═══ Provided records ═══

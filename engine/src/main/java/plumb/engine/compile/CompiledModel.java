package plumb.engine.compile;

import plumb.engine.model.ParameterKind;

import java.util.List;
import java.util.Map;
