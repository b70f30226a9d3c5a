package plumb.engine.compile;

/**
 * Multiplicative terms of a sample, with first and second derivatives: the normalisation terms
 * f(θ) of docs/model-format.md and the free factors φ. Each term is described by
 * {@link #COEFFS} coefficients stored consecutively in a {@code double[]}:
 * {@code [mode, κu, κd, ln κu, ln κd, a1, …, a6]}. Kernels here check nothing: the model reader
 * validated κ > 0 already.
 */
public final class NormInterpolation {

    /** Coefficients stored per norm term: mode, κu, κd, ln κu, ln κd, a1..a6. */
    public static final int COEFFS = 11;

    public static final int EXPONENTIAL = 0;
    public static final int LINEAR = 1;
    public static final int SMOOTH = 2;
    /** A free multiplicative factor φ: f = θ. */
    public static final int FACTOR = 3;

    private NormInterpolation() {
    }

    /** Writes the coefficients of one norm term at {@code out[off..off+COEFFS)}. */
    public static void coefficients(int mode, double kappaUp, double kappaDown, double[] out, int off) {
        out[off] = mode;
        out[off + 1] = kappaUp;
        out[off + 2] = kappaDown;
        double lu = Math.log(kappaUp);
        double ld = Math.log(kappaDown);
        out[off + 3] = lu;
        out[off + 4] = ld;
        if (mode != SMOOTH) return;
        // p(θ) = f − 1 = Σ a_k θ^k matches f, f', f'' of the exponential branches at θ = ±1.
        // Split into odd and even parts; each gives a 3×3 system with the closed-form solution below.
        double s0 = (kappaUp - kappaDown) / 2;
        double s1 = (kappaUp * lu - kappaDown * ld) / 2;
        double s2 = (kappaUp * lu * lu - kappaDown * ld * ld) / 2;
        double e0 = (kappaUp + kappaDown - 2) / 2;
        double e1 = (kappaUp * lu + kappaDown * ld) / 2;
        double e2 = (kappaUp * lu * lu + kappaDown * ld * ld) / 2;
        double a5 = (s2 - 3 * (s1 - s0)) / 8;
        double a3 = (s1 - s0) / 2 - 2 * a5;
        double a1 = s0 - a3 - a5;
        double a6 = (e2 - 5 * e1 + 8 * e0) / 8;
        double a4 = (e1 - 2 * e0) / 2 - 2 * a6;
        double a2 = e0 - a4 - a6;
        out[off + 5] = a1;
        out[off + 6] = a2;
        out[off + 7] = a3;
        out[off + 8] = a4;
        out[off + 9] = a5;
        out[off + 10] = a6;
    }

    /**
     * Evaluates f, f′, f″ of the term at {@code c[off..]} for parameter value θ into
     * {@code out[0..2]}.
     */
    public static void evaluate(double[] c, int off, double theta, double[] out) {
        int mode = (int) c[off];
        switch (mode) {
            case FACTOR -> {
                out[0] = theta;
                out[1] = 1;
                out[2] = 0;
            }
            case LINEAR -> {
                double slope = theta >= 0 ? c[off + 1] - 1 : 1 - c[off + 2];
                double f = 1 + theta * slope;
                if (f > 0) {
                    out[0] = f;
                    out[1] = slope;
                } else {
                    out[0] = 0;
                    out[1] = 0;
                }
                out[2] = 0;
            }
            case SMOOTH -> {
                if (theta >= 1 || theta <= -1) {
                    exponential(c, off, theta, out);
                } else {
                    double a1 = c[off + 5], a2 = c[off + 6], a3 = c[off + 7];
                    double a4 = c[off + 8], a5 = c[off + 9], a6 = c[off + 10];
                    double t = theta;
                    // Horner forms of p, p', p''.
                    out[0] = 1 + t * (a1 + t * (a2 + t * (a3 + t * (a4 + t * (a5 + t * a6)))));
                    out[1] = a1 + t * (2 * a2 + t * (3 * a3 + t * (4 * a4 + t * (5 * a5 + t * 6 * a6))));
                    out[2] = 2 * a2 + t * (6 * a3 + t * (12 * a4 + t * (20 * a5 + t * 30 * a6)));
                }
            }
            default -> exponential(c, off, theta, out);
        }
    }

    private static void exponential(double[] c, int off, double theta, double[] out) {
        double slope = theta >= 0 ? c[off + 3] : -c[off + 4];
        double f = Math.exp(theta * slope);
        out[0] = f;
        out[1] = slope * f;
        out[2] = slope * slope * f;
    }
}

═══

Assigned task:
From the data above, output exactly the lines between the one containing "is described by" and the one containing "if (mode != SMOOTH) return;", counting both of them.

Exercise solution:
 * f(θ) of docs/model-format.md and the free factors φ. Each term is described by
 * {@link #COEFFS} coefficients stored consecutively in a {@code double[]}:
 * {@code [mode, κu, κd, ln κu, ln κd, a1, …, a6]}. Kernels here check nothing: the model reader
 * validated κ > 0 already.
 */
public final class NormInterpolation {

    /** Coefficients stored per norm term: mode, κu, κd, ln κu, ln κd, a1..a6. */
    public static final int COEFFS = 11;

    public static final int EXPONENTIAL = 0;
    public static final int LINEAR = 1;
    public static final int SMOOTH = 2;
    /** A free multiplicative factor φ: f = θ. */
    public static final int FACTOR = 3;

    private NormInterpolation() {
    }

    /** Writes the coefficients of one norm term at {@code out[off..off+COEFFS)}. */
    public static void coefficients(int mode, double kappaUp, double kappaDown, double[] out, int off) {
        out[off] = mode;
        out[off + 1] = kappaUp;
        out[off + 2] = kappaDown;
        double lu = Math.log(kappaUp);
        double ld = Math.log(kappaDown);
        out[off + 3] = lu;
        out[off + 4] = ld;
        if (mode != SMOOTH) return;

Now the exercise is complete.